Desde luego que hay que combatir las injusticias sociales, desde luego que hay que tratar por todos los medios de crear una sociedad donde haya verdaderamente igualdad de oportunidades, donde todos tengan más o menos un mismo punto de partida y, desde luego, que no hay mejor instrumento para conseguirlo que la educación: una buena educación garantiza extraordinariamente ese espectro de posibles elecciones dentro de las cuales puede estar aquella que concuerda más íntimamente con lo que somos y con lo que queremos. Pero la igualdad de oportunidades, si está regida o regulada por la identificación de la felicidad con el éxito económico, nos empuja más bien hacia la desgracia y hacia la infelicidad. Es uno de los grandes problemas que tenemos con la cultura de nuestro tiempo.
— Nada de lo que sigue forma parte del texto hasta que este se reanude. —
import { requireUser } from '@/lib/auth/session';
import { readJson, respond } from '@/lib/define-action';
import { NotFoundError } from '@/lib/errors';
import { updateUser } from '@/lib/users/commands';
import { getVisibleUser } from '@/lib/users/detail';

function parseId(raw: string): number {
  const id = Number(raw);
  if (!/^\d+$/.test(raw) || !Number.isSafeInteger(id) || id <= 0) throw new NotFoundError('The user');
  return id;
}

export async function GET(_request: Request, { params }: RouteContext<'/api/users/[id]'>) {
  return respond(async () => {
    const user = await requireUser();
    // An account is seen by administrators and by its holder (the user kind's rule); to anyone else it is missing.
    return getVisibleUser(parseId((await params).id), user);
  });
}

/** One change per request: `{ action: 'change_role' | 'deactivate' | 'reactivate' | 'reset_password' | 'unlock', version, … }`. */
export async function PATCH(request: Request, { params }: RouteContext<'/api/users/[id]'>) {
  return respond(async () => {
    const user = await requireUser();
    return updateUser(user, parseId((await params).id), await readJson(request));
  });
}
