import { requireUserWith } from '@/lib/auth/session';
import { openReviewLink, signReviewDecision } from '@/lib/capa/review-by-link';
import { readJson, respond } from '@/lib/define-action';

/*
 * The effectiveness review link as JSON, for clients other than the page. The token is the path
 * segment; nothing here logs it.
 *
 * GET /api/review/:token → 200 { ok: true, detail, expiresAt, canSign } for a usable link, or
 * 200 { ok: false, problem: unknown|used|revoked|expired|other_user|record_changed, title, body,
 * capa: { id, number } | null, freshLink: { allowed, why? } } (nothing changes either way).
 * POST /api/review/:token { decision: effective|not_effective, password, reason? (required for
 * not_effective) } → 200 { record, allowedEvents, signature }; 409 when the link is used, replaced,
 * expired, someone else's or the CAPA changed; 422 for a wrong password or a missing reason (the
 * link stays usable); 401 signed out.
 */

export async function GET(_request: Request, { params }: RouteContext<'/api/review/[token]'>) {
  return respond(async () => openReviewLink((await params).token, await requireUserWith('capa.read')));
}

export async function POST(request: Request, { params }: RouteContext<'/api/review/[token]'>) {
  return respond(async () => {
    const user = await requireUserWith('capa.read');
    const body = (await readJson(request)) as Record<string, unknown>;
    return signReviewDecision(user, { ...body, token: (await params).token } as Parameters<typeof signReviewDecision>[1]);
  });
}
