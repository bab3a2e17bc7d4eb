import 'server-only';
import { and, asc, eq } from 'drizzle-orm';
import type { DbOrTx, Tx } from '../../db/client';
import { capas, deviations, recordLinks } from '../../db/schema';
import type { RecordActor } from '../records/kind';
import { insertCapa, raisedCapaRelation } from './commands';

/*
 * An investigation that says a CAPA is needed raises one, in state "proposed", linked to the
 * deviation, in the same transaction as the investigation save (ICH Q10 3.2.2: the
 * corrective action follows from the investigation and is traceable to it). The CAPA workflow itself
 * is built elsewhere; this only opens the record. A CAPA is never deleted here or anywhere: saying
 * "no" afterwards leaves it for the CAPA owner to cancel with a reason.
 */

export { raisedCapaRelation };

export interface LinkedCapa {
  id: number;
  number: string;
  status: (typeof capas.$inferSelect)['status'];
}

/** The CAPAs a deviation raised, oldest first. */
export async function listCapasRaisedBy(dbOrTx: DbOrTx, deviationId: number): Promise<LinkedCapa[]> {
  return dbOrTx
    .select({ id: capas.id, number: capas.number, status: capas.status })
    .from(recordLinks)
    .innerJoin(capas, eq(capas.id, recordLinks.toId))
    .where(
      and(
        eq(recordLinks.fromType, 'deviation'),
        eq(recordLinks.fromId, deviationId),
        eq(recordLinks.toType, 'capa'),
        eq(recordLinks.relation, raisedCapaRelation),
      ),
    )
    .orderBy(asc(capas.id));
}

function problemStatementOf(deviation: typeof deviations.$inferSelect): string {
  const label = deviation.number ?? `draft #${deviation.id}`;
  const parts = [`Raised from deviation ${label}: ${deviation.title}.`, `What happened: ${deviation.whatHappened}`];
  if (deviation.rootCause?.trim()) parts.push(`Root cause found by the investigation: ${deviation.rootCause.trim()}`);
  return parts.join('\n\n');
}

/**
 * Opens a proposed CAPA for the deviation unless it already raised one. Call inside the transaction
 * that saves the investigation, with the deviation row as saved; run afterCommit once it commits.
 * The CAPA goes through the CAPA's own insert path (number, history, audit, the owner's notice, the
 * link back to the deviation).
 */
export async function ensureCapaForDeviation(
  tx: Tx,
  actor: RecordActor,
  deviation: typeof deviations.$inferSelect,
): Promise<{ capa: LinkedCapa; created: boolean; afterCommit: () => Promise<void> }> {
  const existing = await listCapasRaisedBy(tx, deviation.id);
  if (existing[0]) return { capa: existing[0], created: false, afterCommit: async () => {} };
  const label = deviation.number ?? `#${deviation.id}`;
  const { row, afterCommit } = await insertCapa(
    tx,
    actor,
    {
      title: deviation.title,
      sourceType: 'deviation',
      sourceId: deviation.id,
      problemStatement: problemStatementOf(deviation),
      rootCause: deviation.rootCause?.trim() || null,
      ownerId: deviation.investigatorId ?? actor.id,
    },
    `The investigation of deviation ${label} says a CAPA is needed.`,
  );
  return { capa: { id: row.id, number: row.number, status: row.status }, created: true, afterCommit };
}
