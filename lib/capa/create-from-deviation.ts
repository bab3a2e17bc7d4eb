import 'server-only';
import { and, asc, eq } from 'drizzle-orm';
import type { DbOrTx, Tx } from '../../db/client';
import { capas, deviations, recordLinks, stateHistory } from '../../db/schema';
import { diffFields, writeAudit } from '../audit';
import type { RecordActor } from '../records/kind';
import { allocateNumber } from '../records/numbers';

/*
 * An investigation that says a CAPA is needed raises one, in state "proposed", linked to the
 * deviation, in the same transaction as the investigation save (ICH Q10 3.2.2: the
 * corrective action follows from the investigation and is traceable to it). The CAPA workflow itself
 * is built elsewhere; this only opens the record. A CAPA is never deleted here or anywhere: saying
 * "no" afterwards leaves it for the CAPA owner to cancel with a reason.
 */

export const raisedCapaRelation = 'raised_capa';

const capaAuditFields = ['number', 'status', 'title', 'sourceType', 'sourceId', 'problemStatement', 'rootCause', 'ownerId', 'createdBy'] as const;

export interface LinkedCapa {
  id: number;
  number: string;
  status: (typeof capas.$inferSelect)['status'];
}

/** The CAPAs a deviation raised, oldest first. */
export async function listCapasRaisedBy(dbOrTx: DbOrTx, deviationId: number): Promise<LinkedCapa[]> {
  return dbOrTx
    .select({ id: capas.id, number: capas.number, status: capas.status })
    .from(recordLinks)
    .innerJoin(capas, eq(capas.id, recordLinks.toId))
    .where(
      and(
        eq(recordLinks.fromType, 'deviation'),
        eq(recordLinks.fromId, deviationId),
        eq(recordLinks.toType, 'capa'),
        eq(recordLinks.relation, raisedCapaRelation),
      ),
    )
    .orderBy(asc(capas.id));
}

function problemStatementOf(deviation: typeof deviations.$inferSelect): string {
  const label = deviation.number ?? `draft #${deviation.id}`;
  const parts = [`Raised from deviation ${label}: ${deviation.title}.`, `What happened: ${deviation.whatHappened}`];
  if (deviation.rootCause?.trim()) parts.push(`Root cause found by the investigation: ${deviation.rootCause.trim()}`);
  return parts.join('\n\n');
}

/**
 * Opens a proposed CAPA for the deviation unless it already raised one. Call inside the transaction
 * that saves the investigation, with the deviation row as saved. Returns the CAPA and whether it is new.
 */
export async function ensureCapaForDeviation(
  tx: Tx,
  actor: RecordActor,
  deviation: typeof deviations.$inferSelect,
  now: Date = new Date(),
): Promise<{ capa: LinkedCapa; created: boolean }> {
  const existing = await listCapasRaisedBy(tx, deviation.id);
  if (existing[0]) return { capa: existing[0], created: false };

  const number = await allocateNumber(tx, 'capa', now.getUTCFullYear());
  const values = {
    number,
    status: 'proposed' as const,
    version: 1,
    title: deviation.title,
    sourceType: 'deviation' as const,
    sourceId: deviation.id,
    problemStatement: problemStatementOf(deviation),
    rootCause: deviation.rootCause?.trim() || null,
    ownerId: deviation.investigatorId ?? actor.id,
    createdBy: actor.id,
  };
  const [inserted] = await tx.insert(capas).values(values).$returningId();
  const id = inserted!.id;
  await tx.insert(recordLinks).values({
    fromType: 'deviation',
    fromId: deviation.id,
    toType: 'capa',
    toId: id,
    relation: raisedCapaRelation,
    createdBy: actor.id,
  });
  await tx.insert(stateHistory).values({
    recordType: 'capa',
    recordId: id,
    event: 'create',
    fromState: null,
    toState: 'proposed',
    userId: actor.id,
    comment: `Raised from deviation ${deviation.number ?? `#${deviation.id}`}`,
    at: now,
  });
  await writeAudit(tx, {
    actor: { id: actor.id, name: actor.name },
    recordType: 'capa',
    recordId: id,
    action: 'create',
    changes: diffFields(null, values, capaAuditFields),
    reason: `The investigation of deviation ${deviation.number ?? `#${deviation.id}`} says a CAPA is needed.`,
  });
  return { capa: { id, number, status: 'proposed' }, created: true };
}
Es una cultura que la universidad debería tratar de reorientar, precisamente porque es una institución que ha nacido con un criterio que no fue, que no ha sido, por lo menos hasta hace relativamente poco tiempo, el del éxito económico como finalidad exclusiva y excluyente. La cultura nació fundamentalmente para defendernos contra la infelicidad. Esa es la razón de ser del nacimiento de lo que llamamos “la cultura”. La cultura es un mundo que creamos como un mundo paralelo al mundo real, un mundo que expresa aquello que el mundo real no puede darnos, aquello que el mundo real es incapaz de ofrecernos, pero que sin embargo nosotros necesitamos, que forma parte de nuestra necesidad vital, esencial. Eso ha hecho que nosotros vayamos levantando en torno nuestro todos esos mundos creados por la inteligencia, por la sensibilidad, por la imaginación, que llamamos la cultura: sistemas de pensamiento para entender de dónde venimos, a dónde vamos, qué somos, qué estamos haciendo aquí, qué cosa es la vida, qué cosa es la condición humana, qué cosa es la muerte. Las preguntas que de alguna manera pueden dar coherencia a la existencia, han nacido de sistemas filosóficos, de sistemas teológicos que son, fundamentalmente, parte esencial de la cultura.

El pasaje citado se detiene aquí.